The Battle for Wine and Love: or How I Saved the World from Parkerization by Alice Feiring

Reflections of a Wine Merchant: On a Lifetime in the Vineyards and Cellars of France and Italy by Neal I. Rosenthal

These are two of the most important books written about wine in the past decade. Neither may sell as many copies as the books of Robert Parker or Jancis Robinson, but both Feiring's and Rosenthal's books will have a deep impact on the direction wine takes in the coming post-Parkerista period. Both books champion natural, honest, honorable wines with distinctive terroir, made with native grapes and native yeasts, and without the horrid use of over-oaking as a flavoring agent--an aberration which is now changing, after having been elevated to a near religion by consultants and marketeers (not for aesthetic or good taste reason, rather because new oak is too expensive, especially now during this world economic crisis). Real wines relective of their sense of place--wines made more in the vineyards than in the cellar--will become the standard, not gross, overwrought wines that panders to certain reviewers, so-called market forces and homogenization.

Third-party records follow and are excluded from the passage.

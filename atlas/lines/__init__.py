"""The line list: known stellar, molecular and telluric features with their wavelengths.

``load_lines(path=None)`` returns a pandas DataFrame with the columns of
``data/lines.csv`` (see ``COLUMNS``), sorted by vacuum wavelength.  A user CSV with
the same columns may replace the shipped one; it is validated and any problem is
raised as ``InputError`` naming the file, the column and the row.
"""

from __future__ import annotations

import functools
import os
from pathlib import Path

import numpy as np
import pandas as pd

from atlas.errors import InputError

DATA_PATH = Path(__file__).with_name("data") / "lines.csv"

#: Columns of the line list, in file order.
COLUMNS = (
    "species",
    "air_A",
    "vacuum_A",
    "lower_eV",
    "loggf",
    "strength",
    "kind",
    "telluric",
    "source",
)
KINDS = ("atomic", "band_head", "telluric")
_TRUE = {"true": True, "false": False, "1": True, "0": False}


def _number(where, col, raw: pd.Series, *, allow_empty: bool) -> np.ndarray:
    text = raw.fillna("").astype(str).str.strip()
    out = pd.to_numeric(text.where(text != ""), errors="coerce").to_numpy(dtype=np.float64)
    bad = (text != "") & ~np.isfinite(out)
    if not allow_empty:
        bad |= text == ""
    if bad.any():
        i = int(np.flatnonzero(bad.to_numpy())[0])
        val = text.iloc[i]
        why = "is empty" if val == "" else f"{val!r} is not a number"
        raise InputError(where, f"column {col}, row {i + 2}: {why}")
    return out


def telluric_flags(column: pd.Series, where="lines") -> np.ndarray:
    """The ``telluric`` column as booleans (``true``/``false``, ``1``/``0``, any case);
    the one place it is parsed.  InputError naming the row for anything else."""
    if column.dtype == bool:
        return column.to_numpy()
    tel = column.fillna("").astype(str).str.strip().str.lower()
    bad = ~tel.isin(list(_TRUE))
    if bad.any():
        i = int(np.flatnonzero(bad.to_numpy())[0])
        raise InputError(
            where, f"column telluric, row {i + 2}: {tel.iloc[i]!r} is not true or false"
        )
    return tel.map(_TRUE).astype(bool).to_numpy()


def validate(df: pd.DataFrame, where="lines") -> pd.DataFrame:
    """Check and type a raw line-list table (all cells text); returns the typed, sorted table.

    An empty ``air_A`` or ``vacuum_A`` is filled from the other with the IAU
    (Morton 2000) conversion; both empty is an error.
    """
    from atlas.physics.airvac import air_to_vacuum_A, vacuum_to_air_A

    missing = [c for c in COLUMNS if c not in df.columns]
    if missing:
        raise InputError(where, f"missing column {', '.join(missing)} (need {', '.join(COLUMNS)})")
    out = pd.DataFrame(index=df.index)
    species = df["species"].fillna("").astype(str).str.strip()
    if (species == "").any():
        i = int(np.flatnonzero((species == "").to_numpy())[0])
        raise InputError(where, f"column species, row {i + 2}: is empty")
    out["species"] = species
    air = _number(where, "air_A", df["air_A"], allow_empty=True)
    vac = _number(where, "vacuum_A", df["vacuum_A"], allow_empty=True)
    both = np.isnan(air) & np.isnan(vac)
    if both.any():
        i = int(np.flatnonzero(both)[0])
        raise InputError(where, f"columns air_A and vacuum_A, row {i + 2}: both empty")
    for col, arr in (("air_A", air), ("vacuum_A", vac)):
        nonpos = np.isfinite(arr) & (arr <= 0)
        if nonpos.any():
            i = int(np.flatnonzero(nonpos)[0])
            raise InputError(where, f"column {col}, row {i + 2}: wavelength must be positive")
    air = np.where(np.isnan(air), vacuum_to_air_A(np.nan_to_num(vac, nan=5000.0)), air)
    vac = np.where(np.isnan(vac), air_to_vacuum_A(np.nan_to_num(air, nan=5000.0)), vac)
    out["air_A"] = air
    out["vacuum_A"] = vac
    out["lower_eV"] = _number(where, "lower_eV", df["lower_eV"], allow_empty=True)
    out["loggf"] = _number(where, "loggf", df["loggf"], allow_empty=True)
    strength = _number(where, "strength", df["strength"], allow_empty=False)
    bad = ~np.isin(strength, (1, 2, 3, 4))
    if bad.any():
        i = int(np.flatnonzero(bad)[0])
        raise InputError(where, f"column strength, row {i + 2}: must be 1, 2, 3 or 4")
    out["strength"] = strength.astype(np.int64)
    kind = df["kind"].fillna("").astype(str).str.strip()
    bad = ~kind.isin(KINDS)
    if bad.any():
        i = int(np.flatnonzero(bad.to_numpy())[0])
        raise InputError(
            where, f"column kind, row {i + 2}: {kind.iloc[i]!r} is not one of {', '.join(KINDS)}"
        )
    out["kind"] = kind
    out["telluric"] = telluric_flags(df["telluric"], where)
    out["source"] = df["source"].fillna("").astype(str)
    out = out.sort_values("vacuum_A", kind="stable").reset_index(drop=True)
    return out


@functools.lru_cache(maxsize=8)
def _load_cached(path: str, mtime: float) -> pd.DataFrame:
    try:
        raw = pd.read_csv(
            path, dtype=str, keep_default_na=False, skipinitialspace=True, encoding="utf-8-sig"
        )
    except FileNotFoundError:
        raise InputError(path, "no such file") from None
    except (pd.errors.ParserError, pd.errors.EmptyDataError, UnicodeDecodeError) as exc:
        reason = str(exc).splitlines()[0] if str(exc) else type(exc).__name__
        raise InputError(path, f"not a readable CSV line list ({reason})") from None
    raw.columns = [str(c).strip() for c in raw.columns]
    return validate(raw, path)


def load_lines(path: str | os.PathLike | None = None) -> pd.DataFrame:
    """The line list as a DataFrame (columns ``COLUMNS``, sorted by vacuum Å).

    ``path=None`` loads the shipped ``data/lines.csv``.  Wavelengths are in Å
    (``air_A`` standard air, ``vacuum_A`` vacuum); ``lower_eV`` (eV) and ``loggf``
    are NaN when unknown; ``telluric`` is bool.  Raises ``InputError`` for a missing
    or malformed file.
    """
    p = os.fspath(path) if path is not None else str(DATA_PATH)
    if not os.path.isfile(p):
        raise InputError(p, "no such file" if not os.path.exists(p) else "not a file")
    return _load_cached(p, os.path.getmtime(p)).copy()


def select(
    lines: pd.DataFrame,
    *,
    species: str | None = None,
    lo_A: float | None = None,
    hi_A: float | None = None,
    medium: str = "vacuum",
) -> pd.DataFrame:
    """Rows whose species matches (case-insensitive, comma-separated names or element
    prefixes such as ``Fe``) and whose wavelength in ``medium`` lies within lo_A..hi_A (Å)."""
    col = "air_A" if medium == "air" else "vacuum_A"
    keep = np.ones(len(lines), dtype=bool)
    if species:
        wanted = [s.strip().lower() for s in species.split(",") if s.strip()]
        names = lines["species"].str.lower()
        elements = names.str.split().str[0]
        keep &= (names.isin(wanted) | elements.isin(wanted)).to_numpy()
    if lo_A is not None:
        keep &= lines[col].to_numpy() >= lo_A
    if hi_A is not None:
        keep &= lines[col].to_numpy() <= hi_A
    return lines.loc[keep].reset_index(drop=True)
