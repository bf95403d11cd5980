"""Write ``data/lines.csv`` from the computed hydrogen-like lines and the hand-typed catalogue.

Run ``python -m atlas.lines.make_lines`` (optionally with an output path) after
changing ``hydrogen.py`` or ``catalogue.py``; the CSV it writes is the shipped
artefact, and a test checks that the shipped file matches what this produces.
"""

from __future__ import annotations

import sys
from pathlib import Path

import pandas as pd

from atlas.lines import COLUMNS, DATA_PATH, catalogue, hydrogen
from atlas.physics.airvac import air_to_vacuum_A, vacuum_to_air_A

#: Hydrogen-like series written: (Z, lower n, highest upper n).
SERIES = (
    (1, 2, 40),  # Balmer, down to about 3656 Å (vacuum)
    (1, 3, 40),  # Paschen, down to about 8252 Å (vacuum)
    (2, 3, 5),  # He II 4686 and 3203
    (2, 4, 20),  # He II Pickering series 4-n
)

HYDROGEN_SOURCE = (
    "computed: Dirac levels with reduced mass (CODATA 2018), strength-weighted mean of "
    "fine-structure components, hydrogenic gf; air by Morton (2000)"
)


def _hydrogen_strength(z: int, n_low: int, n_up: int) -> int:
    if z == 2:
        return 2 if (n_low, n_up) == (3, 4) else 3
    if n_low == 2:
        return 1 if n_up <= 6 else 2 if n_up <= 12 else 3 if n_up <= 22 else 4
    return 2 if n_up <= 12 else 3 if n_up <= 20 else 4


def _fmt(x, digits):
    return "" if x is None else f"{x:.{digits}f}"


def rows() -> list[dict]:
    """Every row of the line list, as dicts of CSV text."""
    out = []
    for z, n_low, n_max in SERIES:
        for n_up in range(n_low + 1, n_max + 1):
            ln = hydrogen.line(n_low, n_up, z)
            out.append(
                {
                    "species": ln.species,
                    "air_A": _fmt(vacuum_to_air_A(ln.vacuum_A), 3),
                    "vacuum_A": _fmt(ln.vacuum_A, 3),
                    "lower_eV": _fmt(ln.lower_eV, 3),
                    "loggf": _fmt(ln.loggf, 3),
                    "strength": str(_hydrogen_strength(z, n_low, n_up)),
                    "kind": "atomic",
                    "telluric": "false",
                    "source": HYDROGEN_SOURCE,
                }
            )
    for species, air, lower, loggf, strength in catalogue.ATOMIC:
        out.append(
            {
                "species": species,
                "air_A": _fmt(air, 3),
                "vacuum_A": _fmt(air_to_vacuum_A(air), 3),
                "lower_eV": _fmt(lower, 3),
                "loggf": _fmt(loggf, 3),
                "strength": str(strength),
                "kind": "atomic",
                "telluric": "false",
                "source": catalogue.ATOMIC_SOURCE
                if loggf is not None
                else catalogue.ATOMIC_SOURCE_NO_GF,
            }
        )
    for species, air, strength in catalogue.BAND_HEADS:
        out.append(
            {
                "species": species,
                "air_A": _fmt(air, 1),
                "vacuum_A": _fmt(air_to_vacuum_A(air), 1),
                "lower_eV": "",
                "loggf": "",
                "strength": str(strength),
                "kind": "band_head",
                "telluric": "false",
                "source": catalogue.BAND_SOURCE,
            }
        )
    for species, start, end, strength in catalogue.TELLURIC_BANDS:
        for edge, air in (("start", start), ("end", end)):
            out.append(
                {
                    "species": species,
                    "air_A": _fmt(air, 1),
                    "vacuum_A": _fmt(air_to_vacuum_A(air), 1),
                    "lower_eV": "",
                    "loggf": "",
                    "strength": str(strength),
                    "kind": "telluric",
                    "telluric": "true",
                    "source": f"{catalogue.TELLURIC_SOURCE}: band {edge}",
                }
            )
    out.sort(key=lambda r: (float(r["vacuum_A"]), r["species"]))
    return out


def csv_text() -> str:
    """The line list as CSV text (what ``data/lines.csv`` holds)."""
    return pd.DataFrame(rows(), columns=list(COLUMNS)).to_csv(index=False, lineterminator="\n")


def main(argv=None) -> int:
    argv = sys.argv[1:] if argv is None else argv
    path = Path(argv[0]) if argv else DATA_PATH
    path.parent.mkdir(parents=True, exist_ok=True)
    tmp = path.with_suffix(".tmp")
    tmp.write_text(csv_text(), encoding="utf-8")
    tmp.replace(path)
    print(f"wrote {path}")
    return 0


if __name__ == "__main__":
    sys.exit(main())
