"""Reader for echelle (or single) spectra whose per-order dispersion is in ``WAT2_nnn`` cards.

Layout (the published ``WAT`` header convention, see :mod:`atlas.io.wat`):
``WAT0_001 = 'system=multispec'`` (or ``CTYPE1 = 'MULTISPE'``), an image of
``(orders, pixels)`` (``(pixels)`` or ``(1, pixels)`` for one order, or
``(bands, orders, pixels)`` with ``BANDIDk`` labels, see :mod:`atlas.io.bands`),
and one ``specN`` per image line in ``WAT2``: aperture, beam, dispersion type
0/1/2, Chebyshev, Legendre, linear or cubic spline terms, weights and redshift
``z``, evaluated exactly (numpy.polynomial, scipy.interpolate).  Physical pixels
follow ``LTV1``/``LTM1_1`` and physical lines ``LTV2``/``LTM2_2`` (logical
``l = LTM p + LTV``; default identity).  Pixels past a line's ``nw`` valid
pixels are masked.  Unit from ``units=`` in ``WAT1`` (else Å); medium from
``AIRORVAC``/``VACUUM``/``MEDIUM``, else unknown.  Orders are kept apart.
"""

from __future__ import annotations

import numpy as np

from atlas.errors import InputError
from atlas.io import fitsutil, validate, wat
from atlas.io.fits_linear import convention_unit, open_image

NAME = "fits_multispec"
DESCRIPTION = "FITS image of orders with per-order dispersion in WAT2 header cards"


def _claims(header, is_image) -> bool:
    if not is_image or header.get("NAXIS", 0) < 1:
        return False
    system = wat.attributes(wat.wat_string(header, 0)).get("system", "").lower()
    return system == "multispec" or str(header.get("CTYPE1", "")).strip().upper() == "MULTISPE"


@validate.sniffer
def can_read(path) -> bool:
    """True for a FITS image with ``system=multispec`` in WAT0 (or CTYPE1 MULTISPE)."""
    if not validate.is_fits(path):
        return False
    headers = fitsutil.peek(path)
    first = next((h for h in (headers or []) if h[2] and h[1].get("NAXIS", 0) >= 1), None)
    return first is not None and _claims(first[1], first[2])


def _ltm(header, key, default):
    v = header.get(key, default)
    try:
        return float(v)
    except (TypeError, ValueError):
        return default


def order_wavelengths(header, rows: int, n: int, path):
    """(wavelengths rows x n in the file's unit, valid mask rows x n, apertures) from WAT2."""
    specs = wat.attributes(wat.wat_string(header, 2))
    ltv1, ltm1 = _ltm(header, "LTV1", 0.0), _ltm(header, "LTM1_1", 1.0)
    ltv2, ltm2 = _ltm(header, "LTV2", 0.0), _ltm(header, "LTM2_2", 1.0)
    if ltm1 == 0 or ltm2 == 0:
        raise InputError(path, "LTM1_1 or LTM2_2 is zero: no pixel mapping")
    pix = (np.arange(1, n + 1, dtype=np.float64) - ltv1) / ltm1
    wave = np.empty((rows, n))
    valid = np.zeros((rows, n), dtype=bool)
    apertures = []
    for k in range(rows):
        line = int(round(((k + 1) - ltv2) / ltm2))
        key = f"spec{line}"
        if key not in specs:
            raise InputError(path, f"no dispersion for image line {k + 1}: {key} missing in WAT2")
        spec = wat.spec_line(specs[key], path, f"WAT2 {key}")
        apertures.append(spec["aperture"])
        ok = (pix >= 1.0) & (pix <= spec["nw"])
        if ok.sum() < 2:
            raise InputError(path, f"WAT2 {key}: fewer than 2 valid pixels (nw = {spec['nw']})")
        w = wat.dispersion(spec, pix, path, f"WAT2 {key}")
        wave[k] = _extend(w, ok)
        valid[k] = ok
    return wave, valid, apertures


def _extend(w, ok):
    """Wavelengths outside the valid pixels continued linearly from the valid edge (they are masked)."""
    idx = np.flatnonzero(ok)
    out = np.array(w, dtype=np.float64)
    i0, i1 = idx[0], idx[-1]
    lo_step, hi_step = out[i0 + 1] - out[i0], out[i1] - out[i1 - 1]
    before = np.arange(i0)
    after = np.arange(i1 + 1, out.size)
    out[before] = out[i0] - lo_step * (i0 - before)
    out[after] = out[i1] + hi_step * (after - i1)
    return out


def read(path, *, wave_unit=None, medium=None, **_options):
    """Read every order of a WAT2 multispec image into a Spectrum (``order``, ``sample``)."""
    p, header, flux, unc, attrs, file_medium = open_image(path)
    unit = convention_unit(header, wave_unit, p)
    raw, valid, apertures = order_wavelengths(header, flux.shape[0], flux.shape[1], p)
    attrs["apertures"] = ",".join(map(str, apertures))
    wave = validate.to_angstrom(raw, unit)
    bad = ~valid
    if flux.shape[0] == 1:
        wave, flux, bad = wave[0], flux[0], bad[0]
        unc = None if unc is None else unc[0]
    return validate.build(
        p, NAME, wave, flux, unc, medium=file_medium, medium_option=medium, attrs=attrs, mask=bad
    )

Forget about the title of Alice Feiring's book and get over Bow-Tie Man, the Owl Man, etc. Alice Feiring (pronounced Fire-ing) has a right to air her personal stuff. After all this is her book. And as to complaints that the second part of the title is silly and designed to help sell books. So what? Somebody had to have the cojones to take on Robert Parker, whose, IMHO, 'silly' reviews have helped wipe out the demand for many truly authentic wines and have promoted the facile, manipulated wines of the new rich and enriched any number of his favored status importers and formulaic consultants--who are not wine tailors, they are knock-off artists.

Alice is the real deal and so is Neal Rosenthal, whose Confessions of a Wine Merchant comes on the heels of Alice's book, echoing themes about the authenicity and sense of place in truly great wines and railing against the tragic (for real wine lovers) imposition of industry homogeneousness and wine manipulation over the real thing.

Both these books are deep--not frivolous, as some people would like to paint Alice Feiring's book--complex and filled with nuances that everyone who really cares about great wine should know and appreciate. Neither book is jammed with appreciation for overripe fruit, residual sugar, palate numbing alcohol levels and, Thank God, neither comes in a horrid new oak binding (barrels where supposed to be aging vessels, not gross flavoring agents that override grape varieties, terroir, etc.).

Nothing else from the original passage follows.